_Aim of the exercise_. Look through the data below for the string "external", and copy every line where it turns up.

─── Data listing

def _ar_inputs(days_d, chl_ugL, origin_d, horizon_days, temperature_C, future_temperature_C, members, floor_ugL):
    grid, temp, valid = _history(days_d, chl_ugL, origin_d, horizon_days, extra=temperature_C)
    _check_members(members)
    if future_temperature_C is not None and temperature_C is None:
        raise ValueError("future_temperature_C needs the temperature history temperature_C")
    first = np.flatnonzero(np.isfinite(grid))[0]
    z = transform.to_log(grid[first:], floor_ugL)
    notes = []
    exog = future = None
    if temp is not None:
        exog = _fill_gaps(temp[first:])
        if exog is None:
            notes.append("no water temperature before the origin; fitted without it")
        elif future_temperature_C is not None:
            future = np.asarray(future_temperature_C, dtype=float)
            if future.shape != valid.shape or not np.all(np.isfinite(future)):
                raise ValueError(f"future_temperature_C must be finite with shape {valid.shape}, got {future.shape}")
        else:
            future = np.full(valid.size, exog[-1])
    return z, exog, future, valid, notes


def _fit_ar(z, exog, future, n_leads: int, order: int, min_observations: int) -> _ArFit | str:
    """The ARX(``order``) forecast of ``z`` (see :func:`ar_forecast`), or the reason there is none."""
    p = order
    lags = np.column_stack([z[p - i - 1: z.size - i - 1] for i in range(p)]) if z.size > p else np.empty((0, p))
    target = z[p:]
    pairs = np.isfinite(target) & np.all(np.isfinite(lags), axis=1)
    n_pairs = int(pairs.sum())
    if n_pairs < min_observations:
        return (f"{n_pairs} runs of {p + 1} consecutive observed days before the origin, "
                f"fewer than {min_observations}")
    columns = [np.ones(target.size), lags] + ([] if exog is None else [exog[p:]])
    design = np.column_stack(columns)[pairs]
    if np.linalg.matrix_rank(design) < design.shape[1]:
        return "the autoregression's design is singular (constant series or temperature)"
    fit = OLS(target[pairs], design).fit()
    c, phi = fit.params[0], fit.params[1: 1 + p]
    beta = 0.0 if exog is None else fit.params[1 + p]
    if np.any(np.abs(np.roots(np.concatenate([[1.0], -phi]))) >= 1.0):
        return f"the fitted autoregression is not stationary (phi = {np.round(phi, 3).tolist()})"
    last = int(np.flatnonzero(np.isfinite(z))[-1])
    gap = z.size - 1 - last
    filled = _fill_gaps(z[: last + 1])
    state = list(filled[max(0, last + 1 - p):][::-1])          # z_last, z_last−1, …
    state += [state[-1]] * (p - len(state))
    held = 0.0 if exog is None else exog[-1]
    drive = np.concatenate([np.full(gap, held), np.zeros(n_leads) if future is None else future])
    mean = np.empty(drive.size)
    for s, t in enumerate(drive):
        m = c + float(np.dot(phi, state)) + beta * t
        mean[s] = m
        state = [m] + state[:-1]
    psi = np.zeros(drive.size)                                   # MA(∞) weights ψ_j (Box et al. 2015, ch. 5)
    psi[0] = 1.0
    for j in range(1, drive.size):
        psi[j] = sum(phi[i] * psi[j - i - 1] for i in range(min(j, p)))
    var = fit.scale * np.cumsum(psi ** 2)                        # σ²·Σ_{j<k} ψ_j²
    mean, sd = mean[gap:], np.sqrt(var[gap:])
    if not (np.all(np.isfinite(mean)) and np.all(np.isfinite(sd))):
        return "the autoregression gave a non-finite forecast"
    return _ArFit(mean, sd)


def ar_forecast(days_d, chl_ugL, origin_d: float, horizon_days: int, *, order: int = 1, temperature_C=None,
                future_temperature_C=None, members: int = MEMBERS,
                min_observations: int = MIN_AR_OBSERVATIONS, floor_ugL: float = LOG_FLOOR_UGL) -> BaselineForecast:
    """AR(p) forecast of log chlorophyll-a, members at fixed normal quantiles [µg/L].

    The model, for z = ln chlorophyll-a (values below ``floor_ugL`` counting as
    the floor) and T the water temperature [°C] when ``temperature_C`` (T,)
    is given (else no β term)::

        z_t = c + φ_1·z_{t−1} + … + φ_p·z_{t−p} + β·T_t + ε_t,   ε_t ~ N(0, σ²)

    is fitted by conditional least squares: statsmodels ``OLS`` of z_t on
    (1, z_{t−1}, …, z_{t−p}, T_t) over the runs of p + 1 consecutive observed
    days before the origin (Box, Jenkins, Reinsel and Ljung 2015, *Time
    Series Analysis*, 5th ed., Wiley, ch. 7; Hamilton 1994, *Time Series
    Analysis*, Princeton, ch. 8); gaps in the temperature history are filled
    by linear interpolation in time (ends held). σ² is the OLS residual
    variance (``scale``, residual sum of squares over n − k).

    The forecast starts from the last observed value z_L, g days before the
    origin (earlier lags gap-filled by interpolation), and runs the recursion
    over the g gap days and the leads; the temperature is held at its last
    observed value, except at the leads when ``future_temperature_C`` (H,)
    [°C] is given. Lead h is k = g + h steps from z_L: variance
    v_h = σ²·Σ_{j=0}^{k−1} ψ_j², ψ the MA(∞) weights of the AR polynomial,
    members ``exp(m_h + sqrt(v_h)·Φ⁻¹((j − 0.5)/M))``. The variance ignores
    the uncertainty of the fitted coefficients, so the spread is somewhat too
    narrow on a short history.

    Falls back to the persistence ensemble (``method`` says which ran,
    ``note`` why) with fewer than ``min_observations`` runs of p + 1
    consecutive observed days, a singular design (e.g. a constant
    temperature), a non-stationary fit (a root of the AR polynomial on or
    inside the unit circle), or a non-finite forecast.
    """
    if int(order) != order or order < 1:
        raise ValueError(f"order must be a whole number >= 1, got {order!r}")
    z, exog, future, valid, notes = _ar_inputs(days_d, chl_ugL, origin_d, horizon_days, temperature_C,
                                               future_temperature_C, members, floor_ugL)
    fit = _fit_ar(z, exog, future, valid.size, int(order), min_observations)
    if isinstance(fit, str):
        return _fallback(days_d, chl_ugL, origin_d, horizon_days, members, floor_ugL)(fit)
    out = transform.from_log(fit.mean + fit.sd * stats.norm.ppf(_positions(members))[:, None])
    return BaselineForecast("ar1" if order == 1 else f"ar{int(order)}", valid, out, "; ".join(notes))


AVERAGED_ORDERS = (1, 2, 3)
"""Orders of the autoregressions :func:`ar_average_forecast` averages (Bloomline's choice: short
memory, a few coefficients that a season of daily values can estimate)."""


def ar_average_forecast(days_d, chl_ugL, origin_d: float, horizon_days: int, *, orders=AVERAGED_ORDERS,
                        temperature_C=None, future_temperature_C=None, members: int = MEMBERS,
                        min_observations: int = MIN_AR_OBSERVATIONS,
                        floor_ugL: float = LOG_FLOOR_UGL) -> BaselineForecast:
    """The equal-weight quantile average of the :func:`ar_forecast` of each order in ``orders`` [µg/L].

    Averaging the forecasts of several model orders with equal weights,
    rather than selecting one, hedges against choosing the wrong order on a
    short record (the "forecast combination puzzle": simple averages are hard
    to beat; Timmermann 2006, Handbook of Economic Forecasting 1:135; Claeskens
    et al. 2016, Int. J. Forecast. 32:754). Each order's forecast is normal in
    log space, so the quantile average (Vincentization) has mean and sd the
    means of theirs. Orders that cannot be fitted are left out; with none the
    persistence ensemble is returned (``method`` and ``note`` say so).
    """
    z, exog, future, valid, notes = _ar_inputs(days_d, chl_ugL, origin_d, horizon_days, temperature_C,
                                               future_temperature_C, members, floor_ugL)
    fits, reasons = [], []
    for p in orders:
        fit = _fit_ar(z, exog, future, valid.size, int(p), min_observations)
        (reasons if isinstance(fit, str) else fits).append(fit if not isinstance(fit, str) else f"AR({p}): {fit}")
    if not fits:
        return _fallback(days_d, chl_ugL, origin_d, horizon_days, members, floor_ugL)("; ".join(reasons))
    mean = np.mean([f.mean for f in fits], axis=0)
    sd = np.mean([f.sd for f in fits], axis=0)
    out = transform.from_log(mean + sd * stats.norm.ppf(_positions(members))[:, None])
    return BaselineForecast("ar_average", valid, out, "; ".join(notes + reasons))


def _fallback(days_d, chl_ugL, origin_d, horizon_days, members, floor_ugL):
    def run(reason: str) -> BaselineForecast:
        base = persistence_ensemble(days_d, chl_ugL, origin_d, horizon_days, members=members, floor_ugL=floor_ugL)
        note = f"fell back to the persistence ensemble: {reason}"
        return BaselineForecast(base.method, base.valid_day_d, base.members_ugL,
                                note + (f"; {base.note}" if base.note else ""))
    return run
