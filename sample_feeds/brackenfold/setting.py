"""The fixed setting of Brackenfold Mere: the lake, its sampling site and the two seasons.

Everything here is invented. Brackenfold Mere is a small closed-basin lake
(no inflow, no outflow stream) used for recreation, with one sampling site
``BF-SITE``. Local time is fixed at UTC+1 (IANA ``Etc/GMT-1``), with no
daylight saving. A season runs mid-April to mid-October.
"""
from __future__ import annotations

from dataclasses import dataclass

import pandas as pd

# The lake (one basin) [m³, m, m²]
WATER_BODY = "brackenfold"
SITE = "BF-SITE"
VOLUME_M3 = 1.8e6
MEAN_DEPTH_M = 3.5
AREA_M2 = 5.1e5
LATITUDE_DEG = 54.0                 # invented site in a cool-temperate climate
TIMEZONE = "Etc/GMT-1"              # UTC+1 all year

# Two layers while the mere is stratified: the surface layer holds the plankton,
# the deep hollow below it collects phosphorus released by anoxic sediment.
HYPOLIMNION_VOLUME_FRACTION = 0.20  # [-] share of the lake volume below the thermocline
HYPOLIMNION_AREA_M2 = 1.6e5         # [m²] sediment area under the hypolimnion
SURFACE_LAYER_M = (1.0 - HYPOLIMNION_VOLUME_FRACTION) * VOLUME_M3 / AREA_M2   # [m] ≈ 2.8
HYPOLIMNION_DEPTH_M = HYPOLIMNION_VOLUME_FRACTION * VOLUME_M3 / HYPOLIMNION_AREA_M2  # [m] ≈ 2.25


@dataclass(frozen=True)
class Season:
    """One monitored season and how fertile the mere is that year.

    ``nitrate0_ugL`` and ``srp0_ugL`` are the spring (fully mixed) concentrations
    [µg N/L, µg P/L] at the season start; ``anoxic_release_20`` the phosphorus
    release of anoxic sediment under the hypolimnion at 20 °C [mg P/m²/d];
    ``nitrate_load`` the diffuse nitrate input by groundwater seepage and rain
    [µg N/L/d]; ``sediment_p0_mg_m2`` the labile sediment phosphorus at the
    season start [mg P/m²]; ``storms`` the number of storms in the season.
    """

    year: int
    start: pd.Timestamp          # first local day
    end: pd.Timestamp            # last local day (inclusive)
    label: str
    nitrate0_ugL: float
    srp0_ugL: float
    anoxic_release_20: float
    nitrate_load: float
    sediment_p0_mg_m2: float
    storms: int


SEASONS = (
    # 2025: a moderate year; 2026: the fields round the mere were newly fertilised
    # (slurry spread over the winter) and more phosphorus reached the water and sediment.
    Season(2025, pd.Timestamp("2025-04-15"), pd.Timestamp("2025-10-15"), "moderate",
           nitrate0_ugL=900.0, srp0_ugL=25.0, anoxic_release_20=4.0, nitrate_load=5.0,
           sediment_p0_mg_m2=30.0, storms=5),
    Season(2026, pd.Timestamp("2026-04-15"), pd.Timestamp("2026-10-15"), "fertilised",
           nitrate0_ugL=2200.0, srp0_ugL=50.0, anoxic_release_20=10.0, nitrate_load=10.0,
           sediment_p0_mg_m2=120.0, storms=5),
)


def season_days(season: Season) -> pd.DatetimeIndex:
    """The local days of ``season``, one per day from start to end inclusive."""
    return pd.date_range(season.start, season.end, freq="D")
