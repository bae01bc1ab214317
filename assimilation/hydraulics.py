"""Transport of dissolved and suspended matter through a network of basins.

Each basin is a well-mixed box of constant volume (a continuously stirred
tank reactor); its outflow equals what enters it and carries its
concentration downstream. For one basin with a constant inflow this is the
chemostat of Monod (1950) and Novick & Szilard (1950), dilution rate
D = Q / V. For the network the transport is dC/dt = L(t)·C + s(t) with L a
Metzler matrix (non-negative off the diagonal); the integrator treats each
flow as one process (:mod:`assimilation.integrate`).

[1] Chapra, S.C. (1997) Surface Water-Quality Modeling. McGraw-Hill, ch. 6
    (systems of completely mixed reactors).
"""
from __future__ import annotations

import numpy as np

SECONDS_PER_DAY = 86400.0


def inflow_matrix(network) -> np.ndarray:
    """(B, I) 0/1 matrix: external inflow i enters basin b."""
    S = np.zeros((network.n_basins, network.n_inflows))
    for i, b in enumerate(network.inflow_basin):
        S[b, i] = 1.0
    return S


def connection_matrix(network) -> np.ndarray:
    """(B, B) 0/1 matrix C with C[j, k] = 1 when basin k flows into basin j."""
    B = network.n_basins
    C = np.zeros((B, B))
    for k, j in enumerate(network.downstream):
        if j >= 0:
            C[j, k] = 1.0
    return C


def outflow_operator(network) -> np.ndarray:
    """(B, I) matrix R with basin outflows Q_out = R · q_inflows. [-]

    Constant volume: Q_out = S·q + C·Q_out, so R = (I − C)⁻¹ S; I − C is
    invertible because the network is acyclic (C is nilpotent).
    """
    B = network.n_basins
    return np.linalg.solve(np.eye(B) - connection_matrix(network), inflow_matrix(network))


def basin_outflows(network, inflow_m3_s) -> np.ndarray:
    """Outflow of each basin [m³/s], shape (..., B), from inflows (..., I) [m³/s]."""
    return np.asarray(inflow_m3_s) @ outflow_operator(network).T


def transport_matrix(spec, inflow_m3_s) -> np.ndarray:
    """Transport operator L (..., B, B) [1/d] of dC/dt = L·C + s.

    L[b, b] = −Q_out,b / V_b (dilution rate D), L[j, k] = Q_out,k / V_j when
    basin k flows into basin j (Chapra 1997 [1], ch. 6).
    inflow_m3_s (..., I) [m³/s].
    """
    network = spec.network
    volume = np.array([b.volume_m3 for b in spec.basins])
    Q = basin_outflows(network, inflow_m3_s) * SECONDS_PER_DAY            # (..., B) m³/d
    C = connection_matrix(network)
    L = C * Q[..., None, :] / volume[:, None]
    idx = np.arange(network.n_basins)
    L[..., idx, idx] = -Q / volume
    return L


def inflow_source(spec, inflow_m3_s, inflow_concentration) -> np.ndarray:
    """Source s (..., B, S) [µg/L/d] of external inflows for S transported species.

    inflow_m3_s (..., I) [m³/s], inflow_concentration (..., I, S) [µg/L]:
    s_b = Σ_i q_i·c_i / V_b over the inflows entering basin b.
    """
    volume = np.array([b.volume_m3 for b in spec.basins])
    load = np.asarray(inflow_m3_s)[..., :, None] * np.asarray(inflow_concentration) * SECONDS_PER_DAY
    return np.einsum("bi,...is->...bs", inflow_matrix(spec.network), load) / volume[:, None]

──────

_Response to the task_.
    """(B, I) 0/1 matrix: external inflow i enters basin b."""
    """Source s (..., B, S) [µg/L/d] of external inflows for S transported species.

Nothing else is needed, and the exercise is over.